# THE TASK
Search the entries below for "match", and copy each line where it appears.

# SUPPLIED RECORDS
[Start of Attachment]
//! The `Betas` sheet: each peer's regression as spreadsheet functions over the `Returns` sheet.
//!
//! OLS is `SLOPE`, `INTERCEPT`, `RSQ` and `STEYX`, with the classical standard errors from
//! them; Dimson (1979) is the sum of `LINEST` slopes on the index returns of several periods;
//! Scholes and Williams (1977) is three `SLOPE`s and a `CORREL`. The t statistics, p-values and
//! 95% intervals are `T.DIST.2T` and `T.INV.2T` on the regression's degrees of freedom. A
//! standard error no spreadsheet function gives (robust, Newey–West, or of a sum of slopes) is
//! written as hurdle's figure, marked, with a note saying so.

use crate::case::BetaMethod;
use crate::error::Result;
use crate::regression::StdErrors;

use super::returns::ReturnsLayout;
use super::{relative, xlsx_error, Book, Expect, Sheet};

/// Where each peer's raw beta and its standard error are.
pub(crate) struct BetasLayout {
    pub sheet: Sheet,
    /// The 0-based row of each peer, in peer order.
    pub rows: Vec<u32>,
    pub beta: u16,
    pub std_error: u16,
}

/// The columns of the sheet, in order, so formulas can name each by its role.
struct Columns {
    names: Vec<String>,
}

impl Columns {
    fn add(&mut self, name: impl Into<String>) -> u16 {
        self.names.push(name.into());
        (self.names.len() - 1) as u16
    }
}

pub(crate) fn sheet(book: &mut Book, returns: &ReturnsLayout) -> Result<BetasLayout> {
    let v = book.v;
    let mut sheet = Sheet::new("Betas")?;
    let method = v.estimator.method;
    let offsets: Vec<i32> = returns.market.iter().map(|(o, _)| *o).collect();
    let mut c = Columns { names: Vec::new() };
    let peer = c.add("Peer");
    let n = c.add("Observations N");
    let df = c.add("Degrees of freedom");
    let slopes: Vec<(i32, u16)> = match method {
        BetaMethod::Ols => Vec::new(),
        _ => offsets
            .iter()
            .map(|&o| (o, c.add(format!("Slope on index, {}", offset_label(o)))))
            .collect(),
    };
    let rho = (method == BetaMethod::ScholesWilliams).then(|| c.add("Index autocorrelation ρ"));
    let cols = Cols {
        n,
        df,
        alpha: c.add("Alpha α"),
        beta: c.add("Raw beta β"),
        se: c.add("SE(β)"),
        t: c.add("t(β)"),
        p: c.add("p-value"),
        ci_low: c.add("95% CI low"),
        ci_high: c.add("95% CI high"),
        alpha_se: c.add("SE(α)"),
        alpha_t: c.add("t(α)"),
        alpha_p: c.add("p-value (α)"),
        r2: c.add("R²"),
        adj_r2: c.add("Adjusted R²"),
        resid_se: c.add("Residual SE"),
        rho,
    };
    let header = book.styles.header.clone();
    for (col, name) in c.names.iter().enumerate() {
        book.text(&mut sheet, (0, col as u16), name, &header)?;
    }
    let mut rows = Vec::with_capacity(v.peers.len());
    for i in 0..v.peers.len() {
        let row = 1 + i as u32;
        book.text(
            &mut sheet,
            (row, peer),
            &v.peers[i].name,
            &book.styles.text.clone(),
        )?;
        peer_row(book, &mut sheet, returns, &cols, &slopes, i, row)?;
        rows.push(row);
    }
    let last = 2 + v.peers.len() as u32;
    let note = format!(
        "Method: {}. Standard errors: {}.",
        v.estimator.method_description, v.estimator.std_errors_description
    );
    book.text(&mut sheet, (last, 0), &note, &book.styles.text.clone())?;
    sheet.ws.set_freeze_panes(1, 1).map_err(xlsx_error)?;
    sheet.ws.set_row_height(0, 32).map_err(xlsx_error)?;
    sheet.ws.set_column_width(0, 26).map_err(xlsx_error)?;
    for col in 1..c.names.len() as u16 {
        sheet.ws.set_column_width(col, 11).map_err(xlsx_error)?;
    }
    Ok(BetasLayout {
        sheet,
        rows,
        beta: cols.beta,
        std_error: cols.se,
    })
}

fn offset_label(offset: i32) -> String {
    match offset {
        0 => "t".into(),
        o if o < 0 => format!("t{o}"),
        o => format!("t+{o}"),
    }
}

/// The column of each figure of a peer's row.
struct Cols {
    n: u16,
    df: u16,
    alpha: u16,
    beta: u16,
    se: u16,
    t: u16,
    p: u16,
    ci_low: u16,
    ci_high: u16,
    alpha_se: u16,
    alpha_t: u16,
    alpha_p: u16,
    r2: u16,
    adj_r2: u16,
    resid_se: u16,
    rho: Option<u16>,
}

/// One peer's regression row.
fn peer_row(
    book: &mut Book,
    sheet: &mut Sheet,
    returns: &ReturnsLayout,
    cols: &Cols,
    slopes: &[(i32, u16)],
    i: usize,
    row: u32,
) -> Result<()> {
    let v = book.v;
    let method = v.estimator.method;
    let estimate = &v.peers[i].estimate;
    let at = |col: u16| relative(row, col);
    let p = |field: &str| Expect::Json(format!("/peers/{i}/{field}"));
    let y = returns.range(i, returns.asset);
    let x = returns.range(i, returns.market_column(0));
    let (lowest, highest) = (
        returns.market.first().map_or(0, |m| m.0),
        returns.market.last().map_or(0, |m| m.0),
    );
    let block = returns.market_range(i, lowest, highest);
    let k = slopes.len().max(1);
    let s = &book.styles;
    let (count, beta, stat, pv, pct) = (
        s.count.clone(),
        s.beta.clone(),
        s.statistic.clone(),
        s.p_value.clone(),
        s.return_pct.clone(),
    );
    book.formula(
        sheet,
        (row, cols.n),
        &format!("=COUNT({y})"),
        p("observations"),
        &count,
    )?;
    let parameters = if method == BetaMethod::ScholesWilliams {
        4
    } else {
        k + 1
    };
    book.formula(
        sheet,
        (row, cols.df),
        &format!("={}-{parameters}", at(cols.n)),
        p("degrees_of_freedom"),
        &count,
    )?;
    for (m, &(offset, col)) in slopes.iter().enumerate() {
        let formula = match method {
            // LINEST lists the slopes of its columns in reverse order, the intercept last.
            BetaMethod::Dimson => format!("=INDEX(LINEST({y},{block}),1,{})", k - m),
            _ => format!(
                "=SLOPE({y},{})",
                returns.range(i, returns.market_column(offset))
            ),
        };
        book.formula(
            sheet,
            (row, col),
            &formula,
            p(&format!("market_coefficients/{m}/estimate")),
            &beta,
        )?;
    }
    let slope_sum = || {
        slopes
            .iter()
            .map(|&(_, col)| at(col))
            .collect::<Vec<_>>()
            .join("+")
    };
    let (beta_formula, alpha_formula) = match method {
        BetaMethod::Ols => (format!("=SLOPE({y},{x})"), format!("=INTERCEPT({y},{x})")),
        BetaMethod::Dimson => (
            format!("={}", slope_sum()),
            format!("=INDEX(LINEST({y},{block}),1,{})", k + 1),
        ),
        BetaMethod::ScholesWilliams => {
            let rho = cols.rho.expect("Scholes-Williams has a ρ column");
            let lag = returns.range(i, returns.market_column(-1));
            book.formula(
                sheet,
                (row, rho),
                &format!("=CORREL({x},{lag})"),
                p("market_autocorrelation"),
                &beta,
            )?;
            (
                format!("=({})/(1+2*{})", slope_sum(), at(rho)),
                format!("=AVERAGE({y})-{}*AVERAGE({x})", at(cols.beta)),
            )
        }
    };
    book.formula(sheet, (row, cols.beta), &beta_formula, p("beta"), &beta)?;
    book.formula(sheet, (row, cols.alpha), &alpha_formula, p("alpha"), &pct)?;
    let (r2, resid) = match method {
        BetaMethod::Ols => (format!("=RSQ({y},{x})"), format!("=STEYX({y},{x})")),
        _ => (
            format!("=INDEX(LINEST({y},{block},TRUE,TRUE),3,1)"),
            format!("=INDEX(LINEST({y},{block},TRUE,TRUE),3,2)"),
        ),
    };
    book.formula(sheet, (row, cols.r2), &r2, p("r_squared"), &beta)?;
    book.formula(
        sheet,
        (row, cols.resid_se),
        &resid,
        p("residual_std_error"),
        &pct,
    )?;
    let adjusted = format!("=1-(1-{})*({}-1)/{}", at(cols.r2), at(cols.n), at(cols.df));
    book.formula(
        sheet,
        (row, cols.adj_r2),
        &adjusted,
        p("adjusted_r_squared"),
        &beta,
    )?;
    std_errors(book, sheet, (i, row), cols, (&y, &x, &block, k))?;
    let t_test = |value: u16, se: u16, t: u16, pcol: u16, name: &str| {
        [
            (
                t,
                format!("={}/{}", at(value), at(se)),
                format!("{name}_t_stat"),
            ),
            (
                pcol,
                format!("=T.DIST.2T(ABS({}),{})", at(t), at(cols.df)),
                format!("{name}_p_value"),
            ),
        ]
    };
    for (col, formula, field) in t_test(cols.beta, cols.se, cols.t, cols.p, "beta")
        .into_iter()
        .chain(t_test(
            cols.alpha,
            cols.alpha_se,
            cols.alpha_t,
            cols.alpha_p,
            "alpha",
        ))
    {
        let format = if field.ends_with("p_value") {
            &pv
        } else {
            &stat
        };
        book.formula(sheet, (row, col), &formula, p(&field), format)?;
    }
    let quantile = format!("T.INV.2T(0.05,{})", at(cols.df));
    let (b, se) = (at(cols.beta), at(cols.se));
    book.formula(
        sheet,
        (row, cols.ci_low),
        &format!("={b}-{quantile}*{se}"),
        p("beta_ci_low"),
        &beta,
    )?;
    book.formula(
        sheet,
        (row, cols.ci_high),
        &format!("={b}+{quantile}*{se}"),
        p("beta_ci_high"),
        &beta,
    )?;
    let _ = estimate;
    Ok(())
}

/// SE(β) and SE(α): formulas for classical OLS (and Dimson's α), hurdle's figures otherwise.
fn std_errors(
    book: &mut Book,
    sheet: &mut Sheet,
    (i, row): (usize, u32),
    cols: &Cols,
    (y, x, block, k): (&str, &str, &str, usize),
) -> Result<()> {
    let v = book.v;
    let estimate = &v.peers[i].estimate;
    let method = v.estimator.method;
    let classical = estimate.std_errors == StdErrors::Classical;
    let at = |col: u16| relative(row, col);
    let p = |field: &str| Expect::Json(format!("/peers/{i}/{field}"));
    let (beta, pct) = (book.styles.beta.clone(), book.styles.return_pct.clone());
    let kind = crate::format::label(&estimate.std_errors);
    let why_beta = match (method, classical) {
        (BetaMethod::Ols, _) => format!("{kind} standard errors need the residuals' sandwich, which no spreadsheet function gives."),
        (BetaMethod::Dimson, _) => format!("the SE of a sum of slopes needs their covariance matrix ({kind} standard errors), which LINEST does not return."),
        (BetaMethod::ScholesWilliams, _) => format!("the Scholes–Williams SE is a linear-estimator variance ({kind}) over the residuals of the three-slope regression (see README)."),
    };
    if method == BetaMethod::Ols && classical {
        let formula = format!("={}/SQRT(DEVSQ({x}))", at(cols.resid_se));
        book.formula(sheet, (row, cols.se), &formula, p("beta_std_error"), &beta)?;
        let formula = format!(
            "={}*SQRT(1/{}+AVERAGE({x})^2/DEVSQ({x}))",
            at(cols.resid_se),
            at(cols.n)
        );
        book.formula(
            sheet,
            (row, cols.alpha_se),
            &formula,
            p("alpha_std_error"),
            &pct,
        )?;
        let _ = y;
        return Ok(());
    }
    book.computed(
        sheet,
        (row, cols.se),
        estimate.beta_std_error,
        &why_beta,
        &beta,
    )?;
    if method == BetaMethod::Dimson && classical {
        let formula = format!("=INDEX(LINEST({y},{block},TRUE,TRUE),2,{})", k + 1);
        book.formula(
            sheet,
            (row, cols.alpha_se),
            &formula,
            p("alpha_std_error"),
            &pct,
        )?;
    } else {
        let why =
            format!("{kind} standard error of alpha, computed with the regression's residuals.");
        book.computed(
            sheet,
            (row, cols.alpha_se),
            estimate.alpha_std_error,
            &why,
            &pct,
        )?;
    }
    Ok(())
}
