/// The slope on the previous period's index return and its p-value (OLS), as hurdle's figures:
/// the regression runs over its own periods (those whose previous index return is in the
/// window), which the Returns sheet's rows do not lay out. Empty where there is none.
fn lag_response(book: &mut Book, sheet: &mut Sheet, peer: &PeerRow) -> Result<()> {
    let (Some((slope_col, p_col)), Some(lag)) = (peer.cols.lag, book.v.peers[peer.i].lag_response)
    else {
        return Ok(());
    };
    let why = "the regression of the peer's return on the index's current and previous-period \
               returns (Dimson 1979 with one lag; README, \"Prices that react late\") runs over \
               the periods whose previous index return is in the window, which this sheet's \
               rows do not lay out; the flag lagged_response reads it.";
    let at = |col| (peer.row, col);
    book.computed(sheet, at(slope_col), lag.slope, why, &peer.formats.beta)?;
    book.computed(sheet, at(p_col), lag.p_value, why, &peer.formats.p_value)
}

/// SE(β) and SE(α): formulas for classical OLS (and Dimson's α), hurdle's figures otherwise.
fn std_errors(book: &mut Book, sheet: &mut Sheet, peer: &PeerRow) -> Result<()> {
    let v = book.v;
    let estimate = &v.peers[peer.i].estimate;
    let method = v.estimator.method;
    let classical = estimate.std_errors == StdErrors::Classical;
    let (cols, f) = (peer.cols, peer.formats);
    let (y, x, block, k) = (&peer.y, &peer.x, &peer.block, peer.k);
    if method == BetaMethod::Ols && classical {
        let s = peer.at(cols.resid_se);
        let se = format!("={s}/SQRT(DEVSQ({x}))");
        peer.put(book, sheet, cols.se, &se, "beta_std_error", &f.beta)?;
        let n = peer.at(cols.n);
        let alpha_se = format!("={s}*SQRT(1/{n}+AVERAGE({x})^2/DEVSQ({x}))");
        return peer.put(
            book,
            sheet,
            cols.alpha_se,
            &alpha_se,
            "alpha_std_error",
            &f.percent,
        );
    }
    let kind = crate::report::format::label(&estimate.std_errors);
    let why = match method {
        BetaMethod::Ols => format!(
            "{kind} standard errors need the residuals' sandwich, which no spreadsheet function \
             gives."
        ),
        BetaMethod::Dimson => format!(
            "the SE of a sum of slopes needs their covariance matrix ({kind} standard errors), \
             which LINEST does not return."
        ),
        BetaMethod::ScholesWilliams => format!(
            "the Scholes–Williams SE is a linear-estimator variance ({kind}) over the residuals \
             of the three-slope regression (see README)."
        ),
    };
    book.computed(
        sheet,
        (peer.row, cols.se),
        estimate.beta_std_error,
        &why,
        &f.beta,
    )?;
    if method == BetaMethod::Dimson && classical {
        let alpha_se = format!("=INDEX(LINEST({y},{block},TRUE,TRUE),2,{})", k + 1);
        peer.put(
            book,
            sheet,
            cols.alpha_se,
            &alpha_se,
            "alpha_std_error",
            &f.percent,
        )
    } else {
        let why =
            format!("{kind} standard error of alpha, computed with the regression's residuals.");
        book.computed(
            sheet,
            (peer.row, cols.alpha_se),
            estimate.alpha_std_error,
            &why,
            &f.percent,
        )
    }
}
[End of Attachment]
# RESPONSE TO THIS EXERCISE
    let slopes: Vec<(i32, u16)> = match method {
    match offset {
        let formula = match method {
    let (beta_formula, alpha_formula) = match method {
    let (r2, resid) = match method {
    let why_beta = match (method, classical) {
    let why = match method {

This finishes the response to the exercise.